- Opening Delimiter -

import {
  Column,
  CreateDateColumn,
  Entity,
  Index,
  JoinColumn,
  ManyToOne,
  PrimaryGeneratedColumn,
  UpdateDateColumn,
} from 'typeorm';
import {
  IRRIGATION_METHODS,
  PLANT_WATER_USE_CATEGORIES,
  type IrrigationMethod,
  type PlantWaterUseCategory,
} from '@shared/budgets/hydrozone';
import { SPECIAL_LANDSCAPE_KINDS, type SpecialLandscapeKind } from '@shared/hydrozones/hydrozone-dto';
import { SiteEntity } from '../../sites/data/site.entity';

/** A hydrozone of a site. Area in ft² whatever unit it was entered in; flows in US gpm / gph. */
@Entity({ name: 'hydrozone' })
@Index('uq_hydrozone_site_name', ['siteId', 'name'], { unique: true })
export class HydrozoneEntity {
  @PrimaryGeneratedColumn({ type: 'int', unsigned: true })
  id!: number;

  @Column({ type: 'int', unsigned: true, name: 'site_id' })
  siteId!: number;

  @ManyToOne(() => SiteEntity, { onDelete: 'CASCADE' })
  @JoinColumn({ name: 'site_id', foreignKeyConstraintName: 'fk_hydrozone_site' })
  site?: SiteEntity;

  @Column({ type: 'varchar', length: 120 })
  name!: string;

  @Column({ type: 'double', name: 'area_ft2' })
  areaFt2!: number;

  @Column({ type: 'enum', enum: [...PLANT_WATER_USE_CATEGORIES], name: 'plant_water_use', nullable: true })
  plantWaterUse!: PlantWaterUseCategory | null;

  @Column({ type: 'double', name: 'plant_factor', nullable: true })
  plantFactor!: number | null;

  @Column({ type: 'enum', enum: [...IRRIGATION_METHODS], name: 'irrigation_method' })
  irrigationMethod!: IrrigationMethod;

  @Column({ type: 'double', name: 'efficiency_override', nullable: true })
  efficiencyOverride!: number | null;

  @Column({ type: 'boolean', name: 'special_landscape_area', default: false })
  specialLandscapeArea!: boolean;

  @Column({ type: 'enum', enum: [...SPECIAL_LANDSCAPE_KINDS], name: 'special_landscape_kind', nullable: true })
  specialLandscapeKind!: SpecialLandscapeKind | null;

  @Column({ type: 'double', name: 'design_flow_gpm', nullable: true })
  designFlowGpm!: number | null;

  @Column({ type: 'int', unsigned: true, name: 'emitter_count', nullable: true })
  emitterCount!: number | null;

  @Column({ type: 'double', name: 'emitter_gph', nullable: true })
  emitterGph!: number | null;

  @Column({ type: 'double', name: 'soil_intake_in_per_hour', nullable: true })
  soilIntakeInPerHour!: number | null;

  @Column({ type: 'text' })
  notes!: string;

  @CreateDateColumn({ type: 'datetime', precision: 3, name: 'created_at' })
  createdAt!: Date;

  @UpdateDateColumn({ type: 'datetime', precision: 3, name: 'updated_at' })
  updatedAt!: Date;
}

- Closing Delimiter -

Task prompt – After locating the line with "name: 'special_landscape_area', default: false", output that line and every later one exactly, through the end of the entries above.

Response for this exercise –
  @Column({ type: 'boolean', name: 'special_landscape_area', default: false })
  specialLandscapeArea!: boolean;

  @Column({ type: 'enum', enum: [...SPECIAL_LANDSCAPE_KINDS], name: 'special_landscape_kind', nullable: true })
  specialLandscapeKind!: SpecialLandscapeKind | null;

  @Column({ type: 'double', name: 'design_flow_gpm', nullable: true })
  designFlowGpm!: number | null;

  @Column({ type: 'int', unsigned: true, name: 'emitter_count', nullable: true })
  emitterCount!: number | null;

  @Column({ type: 'double', name: 'emitter_gph', nullable: true })
  emitterGph!: number | null;

  @Column({ type: 'double', name: 'soil_intake_in_per_hour', nullable: true })
  soilIntakeInPerHour!: number | null;

  @Column({ type: 'text' })
  notes!: string;

  @CreateDateColumn({ type: 'datetime', precision: 3, name: 'created_at' })
  createdAt!: Date;

  @UpdateDateColumn({ type: 'datetime', precision: 3, name: 'updated_at' })
  updatedAt!: Date;
}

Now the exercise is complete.